The amine oxide preferably has the formula RR'R"NO, where R is a substituted or unsubstituted alkyl or alkene group containing from about 8 to about 30, preferably from about 8 to about 18 carbon atoms, more preferably from about 12 to about 18 carbon atoms, even more preferably from about 12 to about 14 carbon atoms. Amine oxides with alkyl or alkene groups of more that about 18 carbon atoms tend to have decreased solubility, while amine oxides with alkyl alkene groups of fewer than 10 carbon atoms tend to increase vinyl staining. Groups R' and R" are each substituted or unsubstituted alkyl or alkene groups containing from about 1 to about 18, preferably from about 1 to about 4, carbon atoms. More preferably, R' and R" are each methyl groups, examples of which include dodecyldimethyl amine oxide, tetradecyldimethyl amine oxide, hexadecyldimethyl amine oxide, octadecyldimethyl amine oxide, and coconut alkyl dimethyl amine oxides.
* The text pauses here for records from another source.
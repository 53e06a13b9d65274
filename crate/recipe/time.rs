//! Settings of a time-resolved analysis: where the windows come from, and the time-course statistics.

use super::units::UnitFilter;
use serde::{Deserialize, Serialize};

/// Settings of a time-resolved analysis. Times are in seconds, relative to each trial's alignment event.
#[derive(Debug, Clone, PartialEq, Serialize, Deserialize)]
#[serde(deny_unknown_fields)]
pub struct TimeSettings {
    pub input: TimeInput,
    /// Also train at every window and test at every other (temporal generalization).
    #[serde(default)]
    pub generalize: bool,
    /// Clusters with a permutation p below this are significant.
    pub alpha: f64,
    /// The null of the temporal generalization matrix; `None` means the default, [`GeneralizationNull::TrainingLabels`]
    /// (an analysis that generalizes writes the one it used).
    #[serde(default, skip_serializing_if = "Option::is_none")]
    pub generalization_null: Option<GeneralizationNull>,
}

/// How the label permutations of the temporal generalization matrix are made.
#[derive(Debug, Clone, Copy, PartialEq, Eq, Serialize, Deserialize)]
#[serde(rename_all = "kebab-case")]
pub enum GeneralizationNull {
    /// Permute only the training trials' labels (once per shuffle, for all its repeats) and keep the test trials'
    /// labels: a cell is significant only when what was learnt at its training window generalizes (the default).
    TrainingLabels,
    /// Permute every trial's label, as for the decoding curve (information is removed at every window at once).
    AllLabels,
}

impl GeneralizationNull {
    /// The spelling used in recipes and on the command line.
    pub fn name(self) -> &'static str {
        match self {
            GeneralizationNull::TrainingLabels => "training-labels",
            GeneralizationNull::AllLabels => "all-labels",
        }
    }

    pub fn from_name(name: &str) -> Option<GeneralizationNull> {
        [
            GeneralizationNull::TrainingLabels,
            GeneralizationNull::AllLabels,
        ]
        .into_iter()
        .find(|g| g.name() == name)
    }
}

/// Where the windows come from.
#[derive(Debug, Clone, PartialEq, Serialize, Deserialize)]
#[serde(tag = "kind", rename_all = "snake_case", deny_unknown_fields)]
pub enum TimeInput {
    /// One row per trial × bin: the trial id column and the bin time column (s); every bin is a window.
    Binned { trial: String, time: String },
    /// Spike events (trial, neuron, time columns) and a trial table (the trial column again, label, group, and an
    /// optional alignment column holding each trial's alignment time, for events given in absolute time).
    Events {
        trial: String,
        neuron: String,
        time: String,
        #[serde(default)]
        align: Option<String>,
        /// Window width, s.
        width: f64,
        /// Step between window starts, s.
        step: f64,
        /// Start of the first window, s.
        start: f64,
        /// No window extends past this, s.
        end: f64,
    },
    /// An NWB file: units' spike times and the trials table; `align` names the trials column holding each
    /// trial's alignment time (default `start_time`).
    Nwb {
        #[serde(default)]
        align: Option<String>,
        width: f64,
        step: f64,
        start: f64,
        end: f64,
        /// Keep only the units that pass all of these (none: every unit).
        #[serde(default, skip_serializing_if = "Vec::is_empty")]
        units: Vec<UnitFilter>,
    },
}

impl TimeSettings {
    /// The generalization matrix's null, with the default resolved.
    pub fn generalization_null(&self) -> GeneralizationNull {
        self.generalization_null
            .unwrap_or(GeneralizationNull::TrainingLabels)
    }

    /// Defaults for spike events: 0.1 s windows stepped by 0.05 s over the given span, events columns named
    /// `trial`, `neuron` and `time`.
    pub fn events(start: f64, end: f64) -> TimeSettings {
        TimeSettings {
            input: TimeInput::Events {
                trial: "trial".into(),
                neuron: "neuron".into(),
                time: "time".into(),
                align: None,
                width: 0.1,
                step: 0.05,
                start,
                end,
            },
            generalize: false,
            alpha: 0.05,
            generalization_null: None,
        }
    }

    /// Defaults for an NWB file: 0.1 s windows stepped by 0.05 s over the given span, aligned to `start_time`.
    pub fn nwb(start: f64, end: f64) -> TimeSettings {
        TimeSettings {
            input: TimeInput::Nwb {
                align: None,
                width: 0.1,
                step: 0.05,
                start,
                end,
                units: Vec::new(),
            },
            generalize: false,
            alpha: 0.05,
            generalization_null: None,
        }
    }

    /// Defaults for a binned table with the given trial and time columns.
    pub fn binned(trial: &str, time: &str) -> TimeSettings {
        TimeSettings {
            input: TimeInput::Binned {
                trial: trial.into(),
                time: time.into(),
            },
            generalize: false,
            alpha: 0.05,
            generalization_null: None,
        }
    }
}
The amine oxide detergent surfactant can be prepared by known and conventional methods. One such method involves the oxidation of tertiary amines in the manner set forth in U.S. Pat. No. 3,223,647 and British Patent 437,566. In general terms, amine oxides are prepared by the controlled oxidation of the corresponding tertiary amines.
Examples of suitable amine oxide detergent surfactants for use in the compositions include dodecyldimethyl amine oxide, tridecyldimethyl amine oxide, tetradecyldimethyl amine oxide, pentadecyldimethyl amine oxide, hexadecyldimethyl amine oxide, heptadecyldimethyl amine oxide, octadecyldimethyl amine oxide, docecyldiethyl amine oxide, tetradecyldimethyl amine oxide, hexadecyldiethyl amine oxide, octadecyldiethyl amine oxide, dodecyldipropyl amine oxide, tetradecyldipropyl amine oxide, hexadecyldipropyl amine oxide, octadecyldipropyl amine oxide, dodecyldibutyl amine oxide, tetradecyldibutyl amine oxide, hexadecyldibutyl amine oxide, octadecyldibutyl amine oxide, dodecylmethylethyl amine oxide, tetradecylethylpropyl amine oxide, hexadecylpropylbutyl amine oxide, and octadecylmethylbutyl amine oxide.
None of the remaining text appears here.